La miopía es un defecto del ojo que deja fuera de foco a los objetos. El miope no ve bien. Si no usa anteojos o lentes de contacto pierde los colectivos, en madrugadas de frío, que van por avenidas a toda velocidad, quedando sólo en la parada por no ver con claridad el número de la línea. O se pone crema de enjuague antes que el champú cuando se baña al no distinguir uno de otro. Al miope las cosas se les presentan borrosas y le resulta difícil reconocer a las personas de lejos. Mediante una técnica avanzada denominada excimer láser se talla la cornea, en una operación que no dura más de quince minutos, para que el ojo recupere su capacidad y calidad de visión sin necesidad de un corrector externo ya sea anteojos o lentes de contacto. Pero existen, además, otros tipos de miopía que voluntaria o involuntariamente reflejan nebulosas para la comprensión de los hechos. Para esos casos, el avance en las técnicas oftalmológicas no ha encontrado soluciones quirúrgicas.

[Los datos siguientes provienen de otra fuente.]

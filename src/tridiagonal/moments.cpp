// Moments (1/N) Tr T^k of a symmetric tridiagonal matrix from its entries, without eigenvalues.
//
// T^j has bandwidth j. Keep its upper half-band U_j(i, s) = (T^j)_{i,i+s}, s = 0..j, and step
//   (T^{j+1})_{i,i+s} = (T^j)_{i,i+s−1}·e_{i+s−1} + (T^j)_{i,i+s}·d_{i+s} +
//   (T^j)_{i,i+s+1}·e_{i+s},
// where for s = 0 the first term is (T^j)_{i,i−1} = U_j(i−1, 1) by symmetry. Then, since T is
// symmetric, Tr T^{2j} = ‖T^j‖_F² and Tr T^{2j+1} = ⟨T^j, T^{j+1}⟩_F, and each Frobenius product
// is a sum over rows i of U(i,0)·U'(i,0) + 2·Σ_{s≥1} U(i,s)·U'(i,s) (each off-diagonal pair once,
// credited to its upper row). For moments up to K this needs j ≤ ⌈K/2⌉: about
// 5·N·Σ_{j ≤ K/2} (j + 1) ≈ 0.6·N·K² flops (common practice: powers of a banded matrix; the
// trace identities are elementary).
//
// Row i of U_j depends only on rows i−j..i of earlier powers and on T's entries at i−j..i+j+1, so
// rows are processed in blocks with a margin of ⌈K/2⌉ + 2 on each side: a block's rows are then
// exact, and memory is O(N) for T plus O(K·block) scratch, whatever N is.
#include <algorithm>
#include <cmath>
#include <string>
#include <vector>

#include "freegap/errors.hpp"
#include "freegap/observe.hpp"
#include "freegap/tridiagonal.hpp"
#include "internal.hpp"

namespace freegap::tridiagonal {
namespace {

// Neumaier (1974) compensated summation, shared with observe (the error no longer grows with N).
using NeumaierSum = observe::CompensatedSum;

constexpr Index kBlock = 2048;

using Diagonals = std::vector<std::vector<double>>;

// The scaled entries of T on the window of rows w0..w1 (zero on the padding), and U_0 = I there
// with every other diagonal of U and V zero.
void load_window(const Tridiagonal& t, int e, Index w0, Index w1, Index pad, Index len,
                 std::vector<double>& d, std::vector<double>& off, Diagonals& U, Diagonals& V) {
  std::fill(d.begin(), d.begin() + len, 0.0);
  std::fill(off.begin(), off.begin() + len, 0.0);
  for (Index i = w0; i < w1; ++i) {
    const auto L = static_cast<std::size_t>(i - w0 + pad);
    d[L] = std::ldexp(t.diag[i], -e);
    if (i + 1 < w1) off[L] = std::ldexp(t.off[i], -e);  // T_{i,i+1}
  }
  // U_0 = I on the window's rows, zero on the padding.
  // Both buffers start at zero: a diagonal above the current power's bandwidth must read 0.
  for (auto& diagonal : U) std::fill(diagonal.begin(), diagonal.begin() + len, 0.0);
  for (auto& diagonal : V) std::fill(diagonal.begin(), diagonal.begin() + len, 0.0);
  for (Index L = pad; L < pad + (w1 - w0); ++L) U[0][static_cast<std::size_t>(L)] = 1.0;
}

// One step of the recurrence at the top of this file, on the local rows lo..hi − 1.
void next_power(const Diagonals& U, Diagonals& V, const std::vector<double>& d,
                const std::vector<double>& off, int j, Index lo, Index hi) {
  // V = U_{j+1} from U = U_j (diagonals 0..j of U are meaningful, j+1 of V).
  for (int s = 0; s <= j + 1; ++s) {
    double* v = V[static_cast<std::size_t>(s)].data();
    const double* us = U[static_cast<std::size_t>(s)].data();      // zero when s > j
    const double* up = U[static_cast<std::size_t>(s + 1)].data();  // zero when s + 1 > j
    const double* dd = d.data() + s;
    const double* ee = off.data() + s;
    if (s == 0) {
      const double* u1 = U[1].data();  // U_j(i−1, 1), zero for j = 0
      for (Index L = lo; L < hi; ++L) {
        v[L] = u1[L - 1] * off[static_cast<std::size_t>(L - 1)] + us[L] * dd[L] + up[L] * ee[L];
      }
    } else {
      const double* um = U[static_cast<std::size_t>(s - 1)].data();
      const double* em = off.data() + (s - 1);
      for (Index L = lo; L < hi; ++L) v[L] = um[L] * em[L] + us[L] * dd[L] + up[L] * ee[L];
    }
  }
}

// Adds the block's rows b0..b1 − 1 of the Frobenius product ⟨A, B⟩ (diagonals 0..top) to `sum`.
void accumulate_rows(const Diagonals& A, const Diagonals& B, int top, Index b0, Index b1,
                     std::vector<double>& row_terms, NeumaierSum& sum) {
  // Row terms Σ_s w_s·A(i,s)·B(i,s), w_0 = 1, w_s = 2; then compensated over the rows.
  double* terms = row_terms.data();
  const double* a0 = A[0].data();
  const double* c0 = B[0].data();
  for (Index L = b0; L < b1; ++L) terms[L - b0] = a0[L] * c0[L];
  for (int s = 1; s <= top; ++s) {
    const double* a = A[static_cast<std::size_t>(s)].data();
    const double* c = B[static_cast<std::size_t>(s)].data();
    for (Index L = b0; L < b1; ++L) terms[L - b0] += 2.0 * a[L] * c[L];
  }
  for (Index L = b0; L < b1; ++L) sum.add(terms[L - b0]);
}

}  // namespace

std::vector<double> moments(const Tridiagonal& t, int max_moment) {
  detail::check_shape(t);
  if (max_moment < 0 || max_moment > observe::kMaxMomentLimit) {
    throw InputError("tridiagonal: max_moment must be in 0.." +
                     std::to_string(observe::kMaxMomentLimit) + " (got " +
                     std::to_string(max_moment) + ")");
  }
  if (!t.diag.allFinite() || !t.off.allFinite()) {
    throw InputError("tridiagonal: cannot take moments of a matrix with a non-finite entry");
  }
  const Index n = t.size();
  const int K = max_moment;
  std::vector<double> result(static_cast<std::size_t>(K) + 1, 0.0);
  result[0] = 1.0;
  if (K == 0) return result;

  // Scale by 2^-e with 2^e above the Gershgorin bound G ≥ ‖T‖₂ (exact: a power of two): every
  // entry of (T/2^e)^j is then at most 1 in magnitude, so nothing overflows before the single
  // final rescaling m_k = 2^(k·e)·(scaled mean), as in observe::spectral_moments.
  const auto [low, high] = gershgorin(t);
  const double bound = std::max(std::fabs(low), std::fabs(high));
  if (bound == 0.0) return result;  // the zero matrix
  int e = 0;
  std::frexp(bound, &e);

  const int h = (K + 1) / 2;  // highest power of T needed
  const Index margin = h + 2;
  const Index pad = h + 2;  // zero padding beyond the window, for indices i + s + 1 ≤ i + h + 1
  std::vector<NeumaierSum> sums(static_cast<std::size_t>(K) + 1);

  // Window storage: local index L = (i − w0) + pad. U[s] and V[s] hold the diagonals of the
  // current and the next power, each as a contiguous array over L, so every loop below runs over
  // rows and vectorises.
  const Index cap = kBlock + 2 * margin + 2 * pad + h + 2;
  std::vector<double> d(static_cast<std::size_t>(cap)), off(static_cast<std::size_t>(cap));
  std::vector<std::vector<double>> U(static_cast<std::size_t>(h) + 2,
                                     std::vector<double>(static_cast<std::size_t>(cap)));
  std::vector<std::vector<double>> V = U;
  std::vector<double> row_terms(static_cast<std::size_t>(kBlock));

  for (Index r0 = 0; r0 < n; r0 += kBlock) {
    const Index r1 = std::min(n, r0 + kBlock);
    const Index w0 = std::max<Index>(0, r0 - margin);
    const Index w1 = std::min(n, r1 + margin);
    const Index len = (w1 - w0) + 2 * pad + h + 2;  // local indices used in this block
    load_window(t, e, w0, w1, pad, len, d, off, U, V);

    const Index b0 = r0 - w0 + pad;  // the block's rows, local
    const Index b1 = r1 - w0 + pad;
    const auto accumulate = [&](int k, const Diagonals& A, const Diagonals& B, int top) {
      accumulate_rows(A, B, top, b0, b1, row_terms, sums[static_cast<std::size_t>(k)]);
    };

    // Rows that can still matter: those of the block and h + 1 before it (a row depends on lower
    // rows only through U(i−1, 1), one row per step; the wrong value at row `lo`, which reads an
    // uncomputed row, climbs one row per step and never reaches b0 = lo + h + 1). Rows after the
    // block never feed the block's rows.
    const Index lo = std::max<Index>(1, b0 - (h + 1));
    const Index hi = b1;
    for (int j = 0; j < h; ++j) {
      next_power(U, V, d, off, j, lo, hi);
      const int k_odd = 2 * j + 1;
      if (k_odd <= K) accumulate(k_odd, U, V, j);
      const int k_even = 2 * j + 2;
      if (k_even <= K) accumulate(k_even, V, V, j + 1);
      std::swap(U, V);
    }
  }

  const auto N = static_cast<double>(n);
  for (int k = 1; k <= K; ++k) {
    result[static_cast<std::size_t>(k)] =
        std::ldexp(sums[static_cast<std::size_t>(k)].value() / N, k * e);
  }
  return result;
}

}  // namespace freegap::tridiagonal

Roque Fernández ya no usa anteojos, rompiendo con esa dependencia fastidiosa a pesados armazones. Dejó atrás la miopía, satisfacción que sólo pueden comprender quienes también lidian con gafas o frasquitos varios para limpiar lentes, pero continúa fuera de foco cuando se trata de mirar el financiamiento a la educación. Roque tiene la convicción de que el mercado resuelve mejor la prestación de servicios públicos, entre ellos la educación. Con esa idea surgen desopilantes planes que proponen que el Estado, en lugar de financiar a los establecimientos educativos, otorgue ese dinero en forma de voucher a los padres para que paguen la escuela o la universidad. El principal abanderado de esa política es el ex viceministro de Economía Carlos Rodríguez, a la vez rector de la Universidad CEMA, donde Roque & Cía. retornarán cuando abandonen el Palacio de Hacienda. Para que quede más claro vale la pena ponerse los anteojos: una idea que es defendida desde la teoría económica de la mejor asignación de los recursos encierra un negocio detrás, que es el desarrollo de las casas de estudios privados. A todo esto, ¿no resulta llamativo el espectacular crecimiento del CEMA en estos años?

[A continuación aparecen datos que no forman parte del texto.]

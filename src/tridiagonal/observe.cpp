// One trial of a tridiagonal model observed without diagonalising, into the records and
// histogram that observe::observe_spectrum produces from a dense spectrum.
#include <algorithm>
#include <cmath>
#include <string>
#include <vector>

#include "freegap/errors.hpp"
#include "freegap/linalg.hpp"
#include "freegap/observe.hpp"
#include "freegap/tridiagonal.hpp"
#include "internal.hpp"

namespace freegap::tridiagonal {
namespace {

[[noreturn]] void refuse(const std::string& what) { throw InputError("tridiagonal: " + what); }

// All eigenvalues, ascending, by LAPACK dsterf (Pal–Walker–Kahan QR; O(N²)). Only for trials
// whose full spectrum the configuration keeps.
bool all_eigenvalues(const Tridiagonal& p, std::vector<double>& out, std::string& problem) {
  out.assign(p.diag.data(), p.diag.data() + p.diag.size());
  std::vector<double> e(p.off.data(), p.off.data() + p.off.size());
  const int info = linalg::tridiagonal_eigenvalues(out, e);
  if (info != 0) {
    problem = "eigenvalue solver failed (dsterf info = " + std::to_string(info) + ")";
    return false;
  }
  return true;
}

// Whether the counts C_j lie in 0..n and never decrease.
bool counts_monotone(const std::vector<std::int64_t>& c, Index n) {
  for (std::size_t j = 0; j < c.size(); ++j) {
    if (c[j] < 0 || c[j] > n || (j > 0 && c[j] < c[j - 1])) return false;
  }
  return true;
}

// Narrows the extremes' brackets to the bins the counts C_j at the edges put them in.
void narrow_by_counts(detail::GershgorinStart& start, const std::vector<std::int64_t>& c,
                      const std::vector<double>& edges, Index n) {
  const auto first_nonzero = std::find_if(c.begin(), c.end(), [](std::int64_t v) { return v > 0; });
  if (first_nonzero != c.end()) {
    const auto j = static_cast<std::size_t>(first_nonzero - c.begin());
    start.lower.hi = std::min(start.lower.hi, edges[j]);                 // λ_min < e_j
    if (j > 0) start.lower.lo = std::max(start.lower.lo, edges[j - 1]);  // λ_min ≥ e_{j−1}
  } else {
    start.lower.lo = std::max(start.lower.lo, edges.back());
  }
  const auto first_full = std::find(c.begin(), c.end(), static_cast<std::int64_t>(n));
  if (first_full != c.end()) {
    const auto j = static_cast<std::size_t>(first_full - c.begin());
    start.upper.hi = std::min(start.upper.hi, edges[j]);                 // λ_max < e_j
    if (j > 0) start.upper.lo = std::max(start.upper.lo, edges[j - 1]);  // λ_max ≥ e_{j−1}
  } else {
    start.upper.lo = std::max(start.upper.lo, edges.back());
  }
}

}  // namespace

observe::TrialRecord observe_matrix(std::uint64_t trial, const Tridiagonal& p,
                                    const observe::ObserveConfig& config, observe::Histogram& into,
                                    double extreme_tolerance) {
  config.validate();
  if (config.kind != observe::SpectrumKind::eigenvalues) {
    refuse("a tridiagonal model is self-adjoint; observe its eigenvalues (kind = eigenvalues)");
  }
  const std::size_t bins = config.bins();
  if (into.counts.size() != bins) {
    refuse("histogram has " + std::to_string(into.counts.size()) + " bins, expected " +
           std::to_string(bins) + "; make it with empty_histogram for the same configuration");
  }
  detail::check_shape(p);
  const Index n = p.size();
  const bool keep = config.keeps_spectrum(trial);

  // The same failure reasons, in the same order, as the dense path (observe.cpp).
  if (!p.diag.allFinite() || !p.off.allFinite()) {
    return observe::failed_trial(trial, "tridiagonal matrix contains NaN or Inf");
  }
  std::vector<double> m = moments(p, config.max_moment);
  for (std::size_t k = 0; k < m.size(); ++k) {
    if (!std::isfinite(m[k])) {
      return observe::failed_trial(
          trial, "moment " + std::to_string(k) +
                     " overflows double; rescale the expression or lower max_moment");
    }
  }

  // Histogram: C_j = #{λ < e_j} at the b + 1 edges; bin i holds C_{i+1} − C_i (e_i ≤ λ < e_{i+1}),
  // below C_0 (λ < e_0), above N − C_b (λ ≥ e_b): exactly observe::Histogram's rule.
  const detail::Prepared prepared = detail::prepare(p);
  const auto& edges = config.bin_edges;
  std::vector<std::int64_t> c(edges.size());
  detail::counts_with(prepared, edges.data(), edges.size(), c.data());
  if (!counts_monotone(c, n)) {
    return observe::failed_trial(trial, "Sturm counts are not monotone in x");
  }

  // Extremes: the histogram already brackets them to one bin when they fall inside the range.
  const auto [g_low, g_high] = gershgorin(p);
  if (!std::isfinite(g_low) || !std::isfinite(g_high)) {
    return observe::failed_trial(trial, "Gershgorin bound overflows double");
  }
  auto start = detail::start_brackets(p, extreme_tolerance);
  if (!edges.empty()) narrow_by_counts(start, c, edges, n);  // none when extremes_only
  if (!(start.lower.lo < start.lower.hi) || !(start.upper.lo < start.upper.hi)) {
    // The counts contradict the Gershgorin bounds: only possible through rounding at an edge
    // that lies within a few ulps of a bound; bisect from Gershgorin alone.
    start = detail::start_brackets(p, extreme_tolerance);
  }
  const Extremes x = detail::multisect(prepared, start.lower, start.upper, start.tolerance);

  observe::TrialRecord row;
  row.trial = trial;
  if (keep) {
    std::string problem;
    if (!all_eigenvalues(p, row.spectrum, problem)) {
      observe::TrialRecord failed = observe::failed_trial(trial, problem);
      return failed;
    }
  }
  row.moments = std::move(m);
  row.min = x.min;
  row.max = x.max;
  row.norm = std::max(std::fabs(x.min), std::fabs(x.max));

  if (c.empty()) return row;  // extremes_only: no histogram
  into.below += c.front();
  for (std::size_t i = 0; i < bins; ++i) into.counts[i] += c[i + 1] - c[i];
  into.above += n - c.back();
  return row;
}

observe::TrialRecord observe_tridiagonal_trial(const ModelSpec& spec, Index n, std::uint64_t seed,
                                   std::uint64_t trial, const observe::ObserveConfig& config,
                                   observe::Histogram& into, const TrialOptions& options) {
  if (!std::isfinite(options.scale) || !std::isfinite(options.shift)) {
    refuse("scale and shift of the expression must be finite");
  }
  config.validate();
  if (config.kind != observe::SpectrumKind::eigenvalues) {
    refuse("a tridiagonal model is self-adjoint; observe its eigenvalues (kind = eigenvalues)");
  }
  if (into.counts.size() != config.bins()) {
    refuse("histogram has " + std::to_string(into.counts.size()) + " bins, expected " +
           std::to_string(config.bins()) +
           "; make it with empty_histogram for the same configuration");
  }
  Tridiagonal t = sample(spec, n, seed, trial);
  if (options.scale != 1.0 || options.shift != 0.0) {
    // In place (the same arithmetic as affine()): no second copy of an N = 10^7 matrix.
    t.diag.array() = options.scale * t.diag.array() + options.shift;
    t.off *= options.scale;
  }
  return observe_matrix(trial, t, config, into, options.extreme_tolerance);
}

}  // namespace freegap::tridiagonal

También es borroso el debate que se abrió con el impuesto para aumentar el sueldo de los docentes. Resulta obvio que lo óptimo sería que la mejora salarial proviniera del presupuesto educativo. Pero ya se sabe cuáles son las partidas que se eligen para recortar gastos. Entonces, ese tributo es un parche obtenido por una inédita presión de los docentes. Pero no por eso es menos justo. Y aunque les moleste a los economistas del elenco estable de la city y a la mayoría de los medios no existe un rechazo de la gente a pagar ese impuesto.
Resulta otro disparate el argumento para oponerse a ese impuesto el referido a que la presión tributaria en Argentina es elevada: los contribuyentes argentinos pagan la mitad en comparación con cualquier país desarrollado. Y es más increíble escuchar que quienes cumplen con sus obligaciones tienen una presión tributaria mayor. Las alícuotas de los impuestos son más bajos que en otras economías y, en caso de que todos pagasen, lo lógico sería que esos fondos adicionales sirvieran para que el Estado pueda dar una mejor prestación a necesidades básicas de la gente.
No está libre de miopía también el gremio docente, que se anotó un extraordinario éxito al haber nacionalizado el conflicto para obtener respuestas del Gobierno. Pero desde hace algunos años el presupuesto para pagar a los maestros es obligación de las provincias y de la Capital. Los jefes de gobierno de esos distritos son más responsables que la Nación por los magros salarios que cobran los maestros, pero se hacen los distraídos y no cargan con el costo político del conflicto, entre ellos Eduardo Duhalde y Fernando de la Rúa. Para que la mirada de los maestros entre en foco, deberían tocar también esas puertas.